- Data listing:

━━━

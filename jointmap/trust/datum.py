"""The datum: moving covariances from one choice of coordinates to another (S-transformation).

Without absolute data a component may move as a whole; let the columns of G span those motions.
The solver holds them by some minimal datum. Another one, ``B' dx = 0``, gives

    Sigma' = S Sigma S',   S = I - G (B' G)^-1 B',

and ``S G = 0``, so that whatever held the gauge drops out (Baarda 1973). Every datum used here is
an inner constraint under weights, ``B = W G`` with W diagonal: it minimises ``tr(W Sigma')``.
Equal weights on the positions of landmarks give the free network over the landmarks; unit weight
on all scalars of one pose holds that pose exactly (where gravity holds roll and pitch: its
position and its heading).

Of Sigma only the wanted blocks and ``C = Sigma B`` are needed. With ``U = G (B'G)^-1``,
``D = B' C`` and ``E = C - U D / 2``:

    Sigma'_ij = Sigma_ij - U_i E_j' - E_i U_j'.

References
----------
Baarda, "S-transformations and criterion matrices", Netherlands Geodetic Commission 5 (1) (1973).
"""

from __future__ import annotations

from collections.abc import Iterator, Sequence
from dataclasses import dataclass

import numpy as np
from numpy.typing import ArrayLike, NDArray
from scipy.linalg import qr

from jointmap.errors import GaugeError
from jointmap.solve.gauge import motion_basis, point_motion, pose_motion
from jointmap.trust.clique_tree import CliqueTree
from jointmap.trust.solve_pairs import SquareRootFactor

Floats = NDArray[np.float64]
Ints = NDArray[np.int64]
Bools = NDArray[np.bool_]

#: Smallest eigenvalue of the normalised B'G, as a share of the largest, that still holds a datum.
SINGULAR_DATUM = 1e-13
#: Columns of G that depend on the others to this share are no motion of their own.
DEPENDENT_MOTION = 1e-12


@dataclass(frozen=True)
class DatumTransform:
    """Moves covariance blocks into a datum; one datum per component.

    Parameters
    ----------
    offset : (n + 1,) int
        First scalar of every key.
    component : (n,) int
        Component of every key, -1 for variables that no motion of the map moves (calibration).
    motion : (N, q)
        Rows of U, by scalar.
    cross : (N, q)
        Rows of E, by scalar.
    """

    offset: Ints
    component: Ints
    motion: Floats
    cross: Floats

    def diagonal(self, keys: ArrayLike, blocks: Floats) -> Floats:
        """Covariances (m, d, d) of variables of one dimension, in the datum."""
        return self.pairs(keys, keys, blocks)

    def pairs(self, i_keys: ArrayLike, j_keys: ArrayLike, blocks: Floats) -> Floats:
        """Cross-covariances (m, d, e) of pairs within one component, in the datum.

        Raises
        ------
        ValueError
            A pair joins two components: each has a datum of its own.
        """
        i, j = np.atleast_1d(np.asarray(i_keys)), np.atleast_1d(np.asarray(j_keys))
        if np.any(self.component[i] != self.component[j]):
            raise ValueError("a covariance between two components has no common datum")
        u_i, e_i = self._rows(i, blocks.shape[1])
        u_j, e_j = self._rows(j, blocks.shape[2])
        moved = blocks - u_i @ e_j.swapaxes(1, 2) - e_i @ u_j.swapaxes(1, 2)
        same = i == j
        if same.any():
            moved[same] = 0.5 * (moved[same] + moved[same].swapaxes(1, 2))
        return np.asarray(moved)

    def joint(self, i_keys: ArrayLike, j_keys: ArrayLike, blocks: Floats) -> Floats:
        """Joint covariances (m, d + e, d + e) of pairs, in the datum."""
        i, j = np.atleast_1d(np.asarray(i_keys)), np.atleast_1d(np.asarray(j_keys))
        d = int(self.offset[i[0] + 1] - self.offset[i[0]]) if len(i) else 0
        out = np.empty_like(blocks)
        out[:, :d, :d] = self.diagonal(i, blocks[:, :d, :d])
        out[:, d:, d:] = self.diagonal(j, blocks[:, d:, d:])
        out[:, :d, d:] = self.pairs(i, j, blocks[:, :d, d:])
        out[:, d:, :d] = out[:, :d, d:].swapaxes(1, 2)
        return out

    def to_arrays(self) -> dict[str, Floats | Ints]:
        """The arrays to store (``numpy.savez`` without pickle)."""
        return {
            "offset": self.offset,
            "component": self.component,
            "motion": self.motion,
            "cross": self.cross,
        }

    def _rows(self, keys: Ints, dim: int) -> tuple[Floats, Floats]:
        """U and E of variables, (m, d, q) each."""
        at = self.offset[keys][:, None] + np.arange(dim)
        return self.motion[at], self.cross[at]


def datum_transform(
    factor: SquareRootFactor, component: ArrayLike, null: Floats, weights: ArrayLike
) -> DatumTransform:
    """Prepare the move into the datum that weights define.

    Parameters
    ----------
    factor : SquareRootFactor
        Of the graph with every component held by some minimal datum.
    component : (n,) int
        Component of every key, -1 for keys that no motion of the map moves.
    null : (N, q)
        Motions that are free, in each variable's own tangent (:func:`null_space`). A component
        with fewer free motions has zero or dependent columns; one with none stays as it is.
    weights : (N,)
        Weight of every scalar in the datum, not negative (:func:`position_weights`,
        :func:`pose_weights`).

    Raises
    ------
    GaugeError
        The weights of a component leave some motion free (one landmark, landmarks in a row).
    """
    tree = factor.tree
    part = np.asarray(component, np.int64)
    scalar_part = np.repeat(part, tree.dims)
    scalar_part[np.repeat(tree.clique_of < 0, tree.dims)] = -1
    w = np.asarray(weights, np.float64)
    motion, constraint = np.zeros_like(null), np.zeros_like(null)
    unheld = []
    for c, rows in _rows_of(scalar_part):
        basis = _orthonormal(null[rows])
        gram = basis.T @ (w[rows, None] * basis)
        if not _regular(gram):
            unheld.append(c)
            continue
        q = basis.shape[1]
        motion[rows, :q] = basis @ np.linalg.inv(gram) if q else 0.0
        constraint[rows, :q] = w[rows, None] * basis
    if unheld:
        raise GaugeError(
            "the datum leaves a motion free in component(s) " + ", ".join(map(str, unheld))
        )
    cross = np.zeros_like(null)
    for chosen in _independent_components(tree, part):
        here = np.isin(scalar_part, chosen)
        solved = factor.solve(np.where(here[:, None], constraint, 0.0))
        cross[here] = solved[here]
    for _, rows in _rows_of(scalar_part):
        inner = constraint[rows].T @ cross[rows]
        cross[rows] -= motion[rows] @ (0.25 * (inner + inner.T))
    return DatumTransform(tree.offset, part, motion, cross)


def holds(null: Floats, weights: Floats) -> bool:
    """Whether a datum of weights (N,) holds every motion (N, q) of a component."""
    basis = _orthonormal(null)
    return _regular(basis.T @ (weights[:, None] * basis))


def null_space(
    dims: ArrayLike,
    dimension: int,
    gravity_aligned: bool,
    poses: tuple[Ints, Floats],
    points: tuple[Ints, Floats],
) -> Floats:
    """Motions of the whole map, in each variable's own tangent.

    Parameters
    ----------
    dims : (n,) int
        Tangent dimension of every key.
    dimension, gravity_aligned
        3 motions in the plane (x, y, yaw), 6 in space, 4 in space where gravity holds roll and
        pitch (yaw, x, y, z).
    poses : keys (P,) and values (P, *pose shape)
        Rows are ``Ad(T^-1)``: ``exp(g) T = T exp(Ad(T^-1) g)``.
    points : keys (L,) and values (L, dimension)

    Returns
    -------
    (N, q), zero for keys that are listed in neither.
    """
    size = np.asarray(dims, np.int64)
    offset = np.cumsum(size) - size
    basis = motion_basis(dimension, gravity_aligned)
    out = np.zeros((int(size.sum()), basis.shape[1]))
    for keys, rows in (
        (poses[0], pose_motion(dimension, poses[1], basis)),
        (points[0], point_motion(dimension, points[1], basis)),
    ):
        out[offset[keys][:, None] + np.arange(rows.shape[1])] = rows
    return out


def restrict(
    null: Floats, dims: ArrayLike, component: ArrayLike, directions: Sequence[Floats]
) -> Floats:
    """Keep, per component, only the motions that absolute data leave free.

    Parameters
    ----------
    null : (N, q)
        From :func:`null_space`.
    directions : sequence of (q, free)
        Combinations of the columns that stay free, one array per component.
    """
    out = np.zeros_like(null)
    for c, rows in _rows_of(np.repeat(np.asarray(component, np.int64), np.asarray(dims))):
        out[rows, : directions[c].shape[1]] = null[rows] @ directions[c]
    return out


def position_weights(dims: ArrayLike, dimension: int, keys: ArrayLike) -> Floats:
    """Unit weight (N,) on the position of points or poses: inner constraints over ``keys``.

    A pose's position is the translation of its tangent: the first two scalars in the plane, the
    last three in space.
    """
    size = np.asarray(dims, np.int64)
    chosen = np.asarray(keys, np.int64)
    start = np.cumsum(size) - size
    if dimension == 3:
        start = start + size - 3
    out = np.zeros(int(size.sum()))
    out[start[chosen][:, None] + np.arange(dimension)] = 1.0
    return out


def pose_weights(dims: ArrayLike, keys: ArrayLike) -> Floats:
    """Unit weight (N,) on every scalar of the poses that are to be exact, one per component."""
    size = np.asarray(dims, np.int64)
    held = np.zeros(len(size), dtype=bool)
    held[np.asarray(keys, np.int64)] = True
    return np.repeat(held, size).astype(np.float64)


def _rows_of(part: Ints) -> Iterator[tuple[int, Ints]]:
    """Every component with its scalars."""
    order = np.argsort(part, kind="stable")
    numbers, first = np.unique(part[order], return_index=True)
    for number, rows in zip(numbers.tolist(), np.split(order, first[1:]), strict=True):
        if number >= 0:
            yield number, rows


def _orthonormal(null: Floats) -> Floats:
    """Orthonormal basis (rows, r) of the motions: centres and scales whatever the coordinates."""
    basis, upper, _ = qr(null, mode="economic", pivoting=True)
    size = np.abs(np.diagonal(upper))
    return np.asarray(basis[:, : int(np.sum(size > DEPENDENT_MOTION * max(size[0], 1e-300)))])


def _regular(gram: Floats) -> bool:
    """Whether the weights hold every motion."""
    if not gram.size:
        return True
    values = np.linalg.eigvalsh(gram)
    return bool(values[0] > SINGULAR_DATUM * values[-1] and values[-1] > 0.0)


def _independent_components(tree: CliqueTree, part: Ints) -> list[Ints]:
    """Groups of components that one solve can serve: no two of a group share a tree.

    Components are correlated only through calibration that both use; then they share a tree.
    """
    root = np.cumsum(tree.parent < 0) - 1  # depth first: trees follow each other
    held = np.flatnonzero((tree.clique_of >= 0) & (part >= 0))
    pairs = np.unique(np.stack([root[tree.clique_of[held]], part[held]], axis=1), axis=0)
    if len(np.unique(pairs[:, 1])) < len(pairs):
        raise ValueError("a component falls apart into several trees: its parts are not tied")
    rank = np.arange(len(pairs)) - np.searchsorted(pairs[:, 0], pairs[:, 0])
    return [pairs[rank == k, 1] for k in range(int(rank.max(initial=-1)) + 1)]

━━━

- Problem requirements: Return every line above where "same" appears.

- Solution for this task:
        same = i == j
        if same.any():
            moved[same] = 0.5 * (moved[same] + moved[same].swapaxes(1, 2))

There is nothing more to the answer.